Published in The Ferndale Record, November 3, 2010
Just when I think society is going to hell and there’s nothing I can do about it, the Texas Rangers clobber the New York Yankees in game six and take the American League Championship Series. The universe is restored to its rightful order, and everything is on track.
Not that I’m a Rangers fan, I just don’t like the Yankees. I can’t remember exactly when they fell from my personal grace, but it was sometime after the words “Yankees” and “World Series” were repeatedly used in the same sentence. It was a foregone conclusion, ruling out the underdogs.
Of course in baseball and life, you can’t count anyone out. It’s here I would interject, “..except maybe the Seattle Mariners.” But that flame of hope still burns, and I won’t go for the cheap jab, which I suppose I just did.
Even though the San Francisco Giants showed the Rangers who’s boss in this year’s World Series, that last game of the playoffs between the Yankees and Rangers was, well, historical. I particularly enjoyed seeing all of Texas on its feet, and witnessing the final out: New York’s Alex Rodriguez, humbled in a ballpark that used to chant his name for a different reason. It was sweet to see a team that’s never been to the World Series finally get a shot by beating the one club most fans expect to regularly take home another World Championship ring.
Not this year, New York.
The Yankees are, I’ll admit, a great team. Fantastic baseball is exciting and they deliver the goods. One of the best (if not the finest) closers in baseball, Mariano Rivera, is like spare, exquisite poetry. Fans of the opposing team cower when he takes the mound. I single him out because he’s just that good.
I understand that some teams often play better than others. Those players get the press, the glory, until someone else comes along, from another team, sometimes out of almost nowhere, and makes a dent—if not history. That is equally, if not more entertaining as solid baseball.
Although he probably wasn’t the only one to say it, Lou Piniella asserted that on any given day, any one team could beat any other team. While that seems logical, even obvious, I like it. It gives everyone a chance. Not just the New York Yankees.
It says that when someone’s expected to win, you can’t necessarily count on it, so you’d better pay attention, like when Mine That Bird came from nearly eight lengths behind the field to blow past all the favorites and win the 2009 Kentucky Derby. The lesson? You never know, and that’s part of what makes competitive sport so compelling.

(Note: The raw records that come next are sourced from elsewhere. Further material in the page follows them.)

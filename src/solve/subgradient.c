/* SPDX-License-Identifier: MIT
 *
 * Subgradient steps for the absolute loss over the subspace of the shorter side, with averaged iterates: for tables in
 * which some values are plainly wrong, since a wrong one counts in proportion to how wrong it is, and not its square.
 *
 *     minimise  F(U) = sum over lines j of  min over w of  sum |U_i w - t_ij| + lambda/2 |w|^2
 *
 *     symbol   name       shape
 *     U        basis      short x r; the running iterate
 *     w_j      weights    long x r; near the minimisers at U, by a few rounds from where they were (absolute_fit.c)
 *     S        gradient   mean over the lines of a batch of sign(U_i w_j - t_ij) w_j', short x r: a subgradient
 *     H        moment     r x r, running mean of w w'
 *     p_i, b              as in minibatch.c: part of all lines in which i is seen, lines of the batch
 *     s_i      scales     mean of min(|residual|, 3 s_i) over the cells of line i of the shorter side: how far out an
 *                         ordinary cell of it is, whatever the wrong ones are; s, scale: their mean over all cells
 *
 * A step, for the t-th batch:
 *     U <- retraction (QR) of U - D,   D = the projection of a_i (S H^-1)_i, line by line, onto the tangents at U,
 *     a_i = d / (G_i sqrt(zeta t))     (PMLR 49 (2016), 1617-1638; zeta = 1, since curvature is not negative),
 * in the coordinates z = H^-1/2 w, E[z z'] = I, in which a distance between two places of line i of U is the rms of
 * what its estimates change by. d = 4 s_i bounds how far the line has to go: when nothing is known yet s_i is 0.8 times
 * the rms of its values, and later ordinary cells are out by s_i because U is, or because of noise and U is nearer. G_i
 * = sqrt(r) (p_i + (r + 2) / b) bounds the subgradient: p_i E|z| at most when all signs agree, and what a batch of b
 * lines may have more, as in minibatch.c. As s_i is measured anew after each pass, so is d: on a table that is met but
 * for wrong values the steps shrink in proportion to the distance, and the cells are met to rounding.
 *
 * Stochastic first: a pass over batches that are drawn anew, an iteration each. Once a pass takes off less than a
 * thousandth of what ordinary cells contribute, deterministic: from the best point, t from 1, one batch of all lines
 * and one step an iteration, without the noise of batches. Where all lines are one batch from the beginning it is
 * deterministic from the beginning.
 *
 * Averaging: the running mean of the iterates along geodesics, equal weights, begun anew at iterations 1, 2, 4, 8 ...
 * of either kind, so that at least half of them count and what came long before does not. F is measured at the mean;
 * the best point seen is what the solver has to show, so that the objective never rises. It ends when between two of
 * these beginnings a hundred-thousandth of what ordinary cells contribute was gained, or less.
 *
 * Under normal noise the estimates' error is sqrt(pi/2) = 1.25 times that of squares on the right cells alone (Laplace;
 * Stigler 1973): the price of not having to know which those are.
 *
 * Departures from the source of the step: a step a line, by the line's own bound; d measured. Cost an iteration: three
 * rounds of weights and r multiplications a cell for S, five rounds where F is measured. Workspace: of the longer side
 * four matrices, of the shorter six. Parallel over lines and bands (batches.c), and over the lines of the shorter
 * side for all that follows.
 */
#include "solve/stream_internal.h"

Finally, a World Series I cared about. I’ve been guilty of over estimating the Yankee machine myself and discounted the Fall Classic as over before it started simply because New York was in the game.
The Rangers winning the American League pennant reminds me that other teams play stunning baseball, too. Like the 2004 Boston Red Sox powering through the playoffs, past the Yankees, and ousting St. Louis in four games to take the World Series. This year we saw San Francisco chalk up a few memorable moments as well.
I’m just a fan of the game. But the upsets, especially where New York’s involved, are precious. Entitled Yankees fans can blame bad calls, or poor management, but maybe they just weren’t that good this time.
It was someone else’s turn this year, and that alone was worth watching.